## Collected data entries
/---

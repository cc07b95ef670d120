"""Element symbols, atomic numbers and standard atomic masses (amu).

Masses are the IUPAC abridged standard atomic weights (conventional values),
from memory; isotope-specific masses can always be passed explicitly.
"""

from __future__ import annotations

from collections.abc import Mapping, Sequence
from typing import Any

import numpy as np
import numpy.typing as npt

from ..errors import SchemaError

__all__ = ["ATOMIC_NUMBERS", "MASSES", "masses_for", "atomic_numbers_for", "normalise_symbol",
           "resolve_masses"]

_TABLE = """
H 1 1.008; He 2 4.0026; Li 3 6.94; Be 4 9.0122; B 5 10.81; C 6 12.011; N 7 14.007;
O 8 15.999; F 9 18.998; Ne 10 20.180; Na 11 22.990; Mg 12 24.305; Al 13 26.982;
Si 14 28.085; P 15 30.974; S 16 32.06; Cl 17 35.45; Ar 18 39.95; K 19 39.098;
Ca 20 40.078; Sc 21 44.956; Ti 22 47.867; V 23 50.942; Cr 24 51.996; Mn 25 54.938;
Fe 26 55.845; Co 27 58.933; Ni 28 58.693; Cu 29 63.546; Zn 30 65.38; Ga 31 69.723;
Ge 32 72.630; As 33 74.922; Se 34 78.971; Br 35 79.904; Kr 36 83.798; Rb 37 85.468;
Sr 38 87.62; Y 39 88.906; Zr 40 91.224; Nb 41 92.906; Mo 42 95.95; Ru 44 101.07;
Rh 45 102.91; Pd 46 106.42; Ag 47 107.87; Cd 48 112.41; In 49 114.82; Sn 50 118.71;
Sb 51 121.76; Te 52 127.60; I 53 126.90; Xe 54 131.29; Cs 55 132.91; Ba 56 137.33;
Pt 78 195.08; Au 79 196.97; Hg 80 200.59; Pb 82 207.2
"""

ATOMIC_NUMBERS: dict[str, int] = {}
MASSES: dict[str, float] = {}
for _entry in _TABLE.replace("\n", " ").split(";"):
    _sym, _z, _m = _entry.split()
    ATOMIC_NUMBERS[_sym] = int(_z)
    MASSES[_sym] = float(_m)
MASSES["D"] = 2.0141  # deuterium, commonly written as its own symbol
ATOMIC_NUMBERS["D"] = 1


def normalise_symbol(symbol: str) -> str:
    """Return the canonical capitalisation of an element symbol ("CL" -> "Cl")."""
    s = symbol.strip()
    return s[:1].upper() + s[1:].lower()


def _lookup(symbols: Sequence[str], table: Mapping[str, Any], what: str) -> list:
    out = []
    for i, sym in enumerate(symbols):
        key = normalise_symbol(sym)
        if key not in table and sym not in table:
            exc = SchemaError(
                f"unknown element symbol {sym!r} at atom {i}; cannot look up its {what}. "
                "Hint: pass masses= explicitly for unusual elements or labels."
            )
            exc.atom = i  # type: ignore[attr-defined]  # read by the loaders' messages
            raise exc
        out.append(table[sym] if sym in table else table[key])
    return out


def resolve_masses(symbols: Sequence[str],
                   masses: Mapping[str, float] | npt.ArrayLike | None = None) -> np.ndarray:
    """Atomic masses (amu), shape (n_atoms,): explicit ones first, then the standard table.

    Parameters
    ----------
    symbols : sequence of str
        Element symbols (or labels).
    masses : mapping or array_like, optional
        A mapping symbol -> amu (symbols it does not name come from the standard
        table; a label such as ``"X1"`` may be named as written), or one positive
        mass per atom.

    Returns
    -------
    ndarray, shape (n_atoms,)

    Raises
    ------
    SchemaError
        Unknown symbol without an explicit mass (``exc.atom`` is its index), or a
        mass that is not a positive finite number.
    """
    if masses is None:
        return masses_for(symbols)
    if isinstance(masses, Mapping):
        table: dict[str, Any] = {**MASSES, **{str(k): float(v) for k, v in masses.items()}}
        out = np.asarray(_lookup(symbols, table, "mass"), dtype=np.float64)
    else:
        out = np.asarray(masses, dtype=np.float64)
        if out.shape != (len(symbols),):
            raise SchemaError(f"masses= must hold one mass per atom ({len(symbols)}); got "
                              f"shape {out.shape}.")
    if not np.all(np.isfinite(out) & (out > 0)):
        raise SchemaError(f"masses must be positive finite numbers (amu); got {out.tolist()}.")
    return out


def masses_for(symbols: Sequence[str]) -> np.ndarray:
    """Standard atomic masses in amu for `symbols`, shape (n_atoms,)."""
    return np.asarray(_lookup(symbols, MASSES, "mass"), dtype=np.float64)


def atomic_numbers_for(symbols: Sequence[str]) -> np.ndarray:
    """Atomic numbers for `symbols`, shape (n_atoms,), int64."""
    return np.asarray(_lookup(symbols, ATOMIC_NUMBERS, "atomic number"), dtype=np.int64)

\---

## Try it
Copy, please, every line from the start of the entries down to the line that holds "Sr 38 87.62;", with both of those lines included and no others.

## Answer below
repository cc07b95ef670d120
"""Element symbols, atomic numbers and standard atomic masses (amu).

Masses are the IUPAC abridged standard atomic weights (conventional values),
from memory; isotope-specific masses can always be passed explicitly.
"""

from __future__ import annotations

from collections.abc import Mapping, Sequence
from typing import Any

import numpy as np
import numpy.typing as npt

from ..errors import SchemaError

__all__ = ["ATOMIC_NUMBERS", "MASSES", "masses_for", "atomic_numbers_for", "normalise_symbol",
           "resolve_masses"]

_TABLE = """
H 1 1.008; He 2 4.0026; Li 3 6.94; Be 4 9.0122; B 5 10.81; C 6 12.011; N 7 14.007;
O 8 15.999; F 9 18.998; Ne 10 20.180; Na 11 22.990; Mg 12 24.305; Al 13 26.982;
Si 14 28.085; P 15 30.974; S 16 32.06; Cl 17 35.45; Ar 18 39.95; K 19 39.098;
Ca 20 40.078; Sc 21 44.956; Ti 22 47.867; V 23 50.942; Cr 24 51.996; Mn 25 54.938;
Fe 26 55.845; Co 27 58.933; Ni 28 58.693; Cu 29 63.546; Zn 30 65.38; Ga 31 69.723;
Ge 32 72.630; As 33 74.922; Se 34 78.971; Br 35 79.904; Kr 36 83.798; Rb 37 85.468;
Sr 38 87.62; Y 39 88.906; Zr 40 91.224; Nb 41 92.906; Mo 42 95.95; Ru 44 101.07;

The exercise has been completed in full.